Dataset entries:
== == ==
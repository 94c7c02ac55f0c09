package chem

import (
	"cmp"
	"slices"
	"strings"
	"sync"
)

// Substance is a chemical identity with what the tables know about it. A pointer
// that is nil, a number that is 0 and a text that is empty mean "no data", never
// "none" or "harmless". A Substance is shared and must not be changed.
type Substance struct {
	Name     string
	Synonyms []string
	CAS      string
	EC       string
	Formula  string // as a chemist writes it; empty for mixtures and polymers
	SMILES   string
	// MolarMass includes the water of hydration; 0 is no data.
	MolarMass MolarMass
	State     string // at 20 °C: "solid", "liquid", "gas" or "liquid (solution)"
	// Density is 0 where there is none. DensityAt is 0 where the source states no
	// temperature.
	Density   Density
	DensityAt Temperature
	// Melting, Boiling and Flash are at 101.325 kPa; a decomposition point may
	// stand for a melting point.
	Melting, Boiling, Flash, Autoignition *Temperature
	HeatCapacity                          *SpecificHeat // of the liquid at 25 °C
	HeatOfVaporisation                    *MolarEnergy  // at the boiling point
	// WaterSolubility is in WaterSolubilityUnit, which is "miscible" without a
	// number for what mixes in any ratio.
	WaterSolubility     *float64
	WaterSolubilityUnit string
	Hazard              HazardRecord
	StorageClass        string // leading class of the storage hint, by rule
	StorageClasses      []string
	PeroxideClass       string // "A", "B", "C", "none"; empty is not assessed
	ReactiveGroups      []int  // groups of the compatibility chart, by rule
	UNNumber            string
	UNClass             string
	UNSubsidiary        string // only where the finer table has it
	PackingGroup        string
	Notes               string
	// Sources says where a field came from, by the field's name in small letters:
	// "density", "boiling", "classification".
	Sources map[string]string
}

// HazardRecord is the classification of a substance as stored.
type HazardRecord struct {
	Classes    []string // with their statements, "Skin Corr. 1B H314"
	HCodes     []string // "H314", each once
	EUH        []string
	Pictograms []string // "GHS05"
	Signal     string
	Basis      string // where the classification comes from, in words
	SCL        string // specific concentration limits as listed, parted by " | "
	MFactor    string
	MAcute     float64 // 0 where none is listed
	MChronic   float64
	Limits     string // exposure limits with their jurisdiction
	Index      string // Annex VI index number
	Notes      string // notes and asterisks of the Annex VI entry, later changes, doubts
	Acute      AcuteEstimates
	// SupplierAdditions are classes that suppliers add to the legal minimum.
	SupplierAdditions string
	// Assessed is set where a classification stands, "not classified" included.
	// Without it nothing is known.
	Assessed bool
	// Unverified is set where the classification is a recollection, or there is
	// none: whatever shows it says so and sends the reader to the supplier's sheet.
	Unverified bool
}

// AcuteEstimates are acute toxicity estimates as listed; 0 is no data.
type AcuteEstimates struct {
	Oral, Dermal float64 // mg per kg body weight
	Inhalation   float64 // in InhalationUnit
	// InhalationUnit is "mg/L" or "ppm", InhalationForm "vapour", "dust/mist", "gas".
	InhalationUnit, InhalationForm string
	Basis                          string
}

// Miscible reports whether the substance mixes with water in any ratio.
func (s *Substance) Miscible() bool { return s.WaterSolubilityUnit == "miscible" }

// Hydrate returns the number of waters of hydration in the formula; 0 without.
func (s *Substance) Hydrate() float64 {
	f, err := ParseFormula(s.Formula)
	if err != nil {
		return 0
	}
	return f.Waters()
}

type substanceIndex struct {
	all     []*Substance          // by name
	exact   map[string]*Substance // names, synonyms and CAS as they stand
	plain   map[string]*Substance // names and synonyms by plainName; nil if ambiguous
	formula map[string]*Substance // nil if several substances have it
}

var substances = sync.OnceValue(func() *substanceIndex { return indexSubstances(loadSubstances()) })

// Substances returns all substances of the table in the order of their names. The
// slice is shared and must not be changed.
func Substances() []*Substance { return substances().all }

// LookupSubstance finds a substance by CAS number, name or synonym, whatever the
// case, hyphens and blanks, with or without the word anhydrous, or by formula if
// only one substance has it. False means unknown or ambiguous; Candidates then
// lists what may be meant.
func LookupSubstance(key string) (*Substance, bool) {
	index := substances()
	if s := index.exact[key]; s != nil {
		return s, true
	}
	var room [96]byte
	if s, ok := index.plain[string(plainName(room[:0], key))]; ok {
		return s, s != nil
	}
	if s := index.formula[key]; s != nil {
		return s, true
	}
	if rest, ok := cutStrength(key); ok {
		return LookupSubstance(rest)
	}
	f, err := ParseFormula(cutAnhydrous(key))
	if err != nil {
		return nil, false
	}
	s := index.formula[f.Hill()]
	return s, s != nil
}

// SubstanceByCAS finds a substance by its CAS number.
func SubstanceByCAS(cas string) (*Substance, bool) {
	s := substances().exact[strings.TrimSpace(cas)]
	if s == nil || s.CAS != strings.TrimSpace(cas) {
		return nil, false
	}
	return s, true
}

// maxCandidates bounds a list of suggestions to what a reader takes in at once.
const maxCandidates = 8

// Candidates returns the substances that a key may mean when it names none: those
// that share it as a synonym or formula first, then names that begin with it,
// hold it, or are at most two letters away; at most eight, by name within each.
func Candidates(key string) []*Substance {
	plain := string(plainName(nil, key))
	if plain == "" {
		return nil
	}
	hill := ""
	if f, err := ParseFormula(key); err == nil {
		hill = f.Hill()
	}
	type ranked struct {
		s    *Substance
		rank int
	}
	var found []ranked
	for _, s := range substances().all {
		if rank := s.nearness(plain, hill); rank > 0 {
			found = append(found, ranked{s, rank})
		}
	}
	slices.SortStableFunc(found, func(a, b ranked) int { return cmp.Compare(a.rank, b.rank) })
	var list []*Substance
	for _, f := range found[:min(len(found), maxCandidates)] {
		list = append(list, f.s)
	}
	return list
}

// nearness ranks how well a plain key fits, 1 best; 0 if it doesn't.
func (s *Substance) nearness(plain, hill string) int {
	best := 0
	better := func(rank int) {
		if best == 0 || rank < best {
			best = rank
		}
	}
	for i := range len(s.Synonyms) + 1 {
		name := s.Name
		if i > 0 {
			name = s.Synonyms[i-1]
		}
		var room [96]byte
		own := string(plainName(room[:0], name))
		switch {
		case own == plain, i == 0 && string(plainName(nil, withoutCharges(name))) == plain:
			better(1)
		case strings.HasPrefix(own, plain):
			better(3)
		case len(plain) > 3 && strings.Contains(own, plain):
			better(4)
		case len(plain) > 4 && closeBy(own, plain):
			better(2)
		}
	}
	if hill != "" && s.Formula != "" {
		if f, err := ParseFormula(s.Formula); err == nil && f.Hill() == hill {
			better(1)
		}
	}
	return best
}

// closeBy reports whether two words are at most two letters apart (Levenshtein
// distance).
func closeBy(a, b string) bool {
	const limit = 2
	if len(a)-len(b) > limit || len(b)-len(a) > limit {
		return false
	}
	previous, current := make([]int, len(b)+1), make([]int, len(b)+1)
	for j := range previous {
		previous[j] = j
	}
	for i := range len(a) {
		current[0] = i + 1
		least := current[0]
		for j := range len(b) {
			change := previous[j]
			if a[i] != b[j] {
				change++
			}
			current[j+1] = min(change, previous[j+1]+1, current[j]+1)
			least = min(least, current[j+1])
		}
		if least > limit {
			return false
		}
		previous, current = current, previous
	}
	return previous[len(b)] <= limit
}

func indexSubstances(all []*Substance) *substanceIndex {
	index := &substanceIndex{all: all, exact: map[string]*Substance{}, plain: map[string]*Substance{},
		formula: map[string]*Substance{}}
	own := make(map[string]bool, len(all))
	for _, s := range all {
		index.exact[s.CAS] = s
		index.exact[s.Name] = s
		plain := string(plainName(nil, s.Name))
		index.add(index.plain, plain, s)
		own[plain] = true
	}
	for _, s := range all {
		for _, synonym := range s.Synonyms {
			if plain := string(plainName(nil, synonym)); !own[plain] {
				index.add(index.plain, plain, s)
				own[plain+"\n"] = true
			}
		}
		index.addFormula(s)
	}
	for _, s := range all {
		// "copper sulfate" is copper(II) sulfate as long as no other charge has it
		if short := withoutCharges(s.Name); short != s.Name {
			if plain := string(plainName(nil, short)); !own[plain] && !own[plain+"\n"] {
				index.add(index.plain, plain, s)
			}
		}
	}
	return index
}

// add enters a key, or marks it as ambiguous by nil if another substance has it.
func (index *substanceIndex) add(to map[string]*Substance, key string, s *Substance) {
	if before, ok := to[key]; ok && before != s {
		to[key] = nil
		return
	}
	to[key] = s
}

func (index *substanceIndex) addFormula(s *Substance) {
	if s.Formula == "" {
		return
	}
	f, err := ParseFormula(s.Formula)
	if err != nil {
		return // not a formula, such as (CH2O)n; a test lists these
	}
	hill := f.Hill()
	index.add(index.formula, hill, s)
	if s.Formula != hill {
		index.add(index.formula, s.Formula, s)
	}
}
== == ==
Brief: Please copy every line in the entries where "current" appears.

Written answer:
	previous, current := make([]int, len(b)+1), make([]int, len(b)+1)
		current[0] = i + 1
		least := current[0]
			current[j+1] = min(change, previous[j+1]+1, current[j]+1)
			least = min(least, current[j+1])
		previous, current = current, previous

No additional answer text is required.